# Qualifications



## AlanG (Jun 25, 2008)

Hi All... thanks in advance for any help you can offer.
Myself (24) and my wife (23) wish to apply for immigration to Aus.

We had previous holiday Visas and 1 year Working Visas.
We have some relatives (wifes Sister and my aunty) already living in Australia.

The main problem I forsee is qualifications.
My job is on the immi list aswell as my Wifes.

I have worked in IT since leaving school at 16 My only qualifications are at GCSE level (11 GCSE gradea A* to C) I have worked for many large organisations including the BBC and am capable of demonstrating my skills.

Will the fact I have no relevant qualifications hamper our application?

My Wife works in Human Resources, again having good quality GCSE results but with no other qualifications.

Any help would be great!

Thanks,
Alan.


----------



## anj1976 (Apr 24, 2008)

Hi Alan,
As far as my knowledge goes, you need to prove your work experience. What they do is deduct the number of years that the qualification would have taken from the total number of work experience years. example, if you have a 10 years experience without formal qualification, they would cut short 4 years of your experience and consider the remainder 6 years as actual experience. For IT you have to have 4 years qualification (masters in computers) and 4 years plus experience to get you enough points. If you have less thn 4 years (remainder) experience thn you should wait till you finish the 4th year and then apply. But you never know, maybe you know better than most of us here work-wise and the assessee sees your skill as useful for the country and gives you a green, or it can be the other way too.

You could take the point test as on the immigration site and check if you fit in the skilled category or not. To apply you have to have more thn 120 points. 

I hope I gave the right information. Dolly or Karen or other moderators will confirm. From what I have read here, there are a couple of consultants who can help you as well with the right information. 

Wish you luck
Cheers
Anj


----------



## kaz101 (Nov 29, 2007)

Hi Alan,

Welcome to the forum. 

It's certainly easier to get in with qualifications but you can do RPL (recognition of prior learning).
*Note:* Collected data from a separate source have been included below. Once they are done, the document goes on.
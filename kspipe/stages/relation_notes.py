"""What is said of each relation of a comparison: its inputs, and what it shares with the data."""

from __future__ import annotations

from collections.abc import Mapping
from typing import Any

import numpy as np
from numpy.typing import NDArray

from kspipe.comparison import Known, Residuals, shared_with_observed
from kspipe.maps.skymap import Flag
from kspipe.recipe import Recipe
from kspipe.relations import LAW_INPUTS, LAWS
from kspipe.stages.surface import Disc

__all__ = ["history_lines", "relation_notes"]


def relation_notes(
    recipe: Recipe,
    name: str,
    inputs: Mapping[str, Known],
    disc: Disc,
    residuals: Residuals,
    used: NDArray[np.bool_],
) -> dict[str, Any]:
    """Say of one relation what it was given, as plain values for the summary.

    Parameters
    ----------
    recipe : Recipe
    name : str
        The recipe's name of the relation.
    inputs : mapping of str to Known
    disc : Disc
    residuals : Residuals
        Of this relation.
    used : (ny, nx) bool array
        Covered pixels.

    Returns
    -------
    dict
        ``inputs``: of each the median where gas and star formation are significant (everywhere
        if that is nowhere), unit, origin, and how many covered pixels have no usable value;
        ``n_outside_range`` and ``n_no_solution``: covered pixels so flagged by this relation;
        ``shared``: what stands on both sides of the comparison, and whether its random error is
        carried.
    """
    law = LAWS.get(recipe.relations[name].law)
    described = {}
    good = (disc.flags & int(Flag.LOW_SNR)) == 0
    for need in law.takes(inputs):
        value = np.broadcast_to(inputs[need].value, used.shape)
        known = np.isfinite(value) if need in ("oh", "beta") else value > 0
        known = known & used
        seen = known & good if (known & good).any() else known
        described[need] = {
            "median": float(np.median(value[seen])) if seen.any() else float("nan"),
            "unit": LAW_INPUTS[need].unit,
            "origin": getattr(inputs[need], "origin", "map of this reduction"),
            "n_unusable": int(np.sum(used & ~known)),
        }
    added = residuals.flags & ~disc.flags
    return {
        "inputs": described,
        "n_outside_range": int(np.sum(used & ((added & int(Flag.OUTSIDE_RANGE)) != 0))),
        "n_no_solution": int(np.sum(used & np.isnan(residuals.predicted))),
        "shared": [
            {
                "what": shared.what,
                "observed": shared.observed,
                "predicted": shared.predicted,
                "covariance_carried": shared.is_carried,
            }
            for shared in shared_with_observed(recipe, name, disc.surfaces)
        ],
    }


def history_lines(notes: Mapping[str, Any]) -> list[str]:
    """Write the same as lines of history."""
    lines = [
        f"input {need}: {entry['origin']}, median {entry['median']:.4g} {entry['unit']}".rstrip()
        for need, entry in notes["inputs"].items()
    ]
    for shared in notes["shared"]:
        carried = "error carried as covariance" if shared["covariance_carried"] else "no error term"
        lines.append(
            f"on both sides: {shared['what']}, in the observed {shared['observed']} and the "
            f"{shared['predicted']}; {carried}"
        )
    return lines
I didn't have a degree in IT, just 11 years of experience and it was easier to put my husband down as main applicant (gardener) and me as second applicant. In fact we were turned down by 2 agents that we wouldn't be able to get in (when I was the main applicant) but the third agent switched it around and we got in. 

As Anj mentioned there is a points test and there is a link for it in the "PLEASE READ..." sticky post towards the top of the forum. I'm assuming that you want to come in as skilled independent migrants? There is a link to the visa types in the post too so you can look at all the options. 

We went through an agent since we were older and had to make sure we got in first time. There are a few on this forum if you want to contact someone - the first consultation is usually free. 

Regards,
Karen


----------



## AlanG (Jun 25, 2008)

Thanks for the advice.
I suppose ultimatly I may need to look towards getting some form of qualifications, I would presume something would be better than nothing? Obviously putting the time into a degree at this stage would be too much.

It may be best to use my wife as primary applicant, but again she is unqualified as such, but hopefully in the future she her employer will change this in the future.

From what ive gathered without the relevant qualifications are pretty much essential to gain a visa.

Yes I have been looking at thte independant skilled visa as I presume this is the only option open to us.


----------



## kaz101 (Nov 29, 2007)

Hi Alan, 

This is when an agents advice is so valuable. You may still be able to get in since I know that people have got in doing RPL and not having degrees in IT. 

Have you checked whether yo have enough points for the skilled independent visa? 

Regards,
Karen


----------



## Dolly (Feb 17, 2008)

AlanG said:


> Hi All... thanks in advance for any help you can offer.
> Myself (24) and my wife (23) wish to apply for immigration to Aus.
> 
> We had previous holiday Visas and 1 year Working Visas.
> ...


Hi Alan,

My husband has worked in IT for over 25 years and has no formal qualification. He did an RPL for his skills assessment, passed and now we're in Australia. The skills test is to prove how much you have learned over the years etc.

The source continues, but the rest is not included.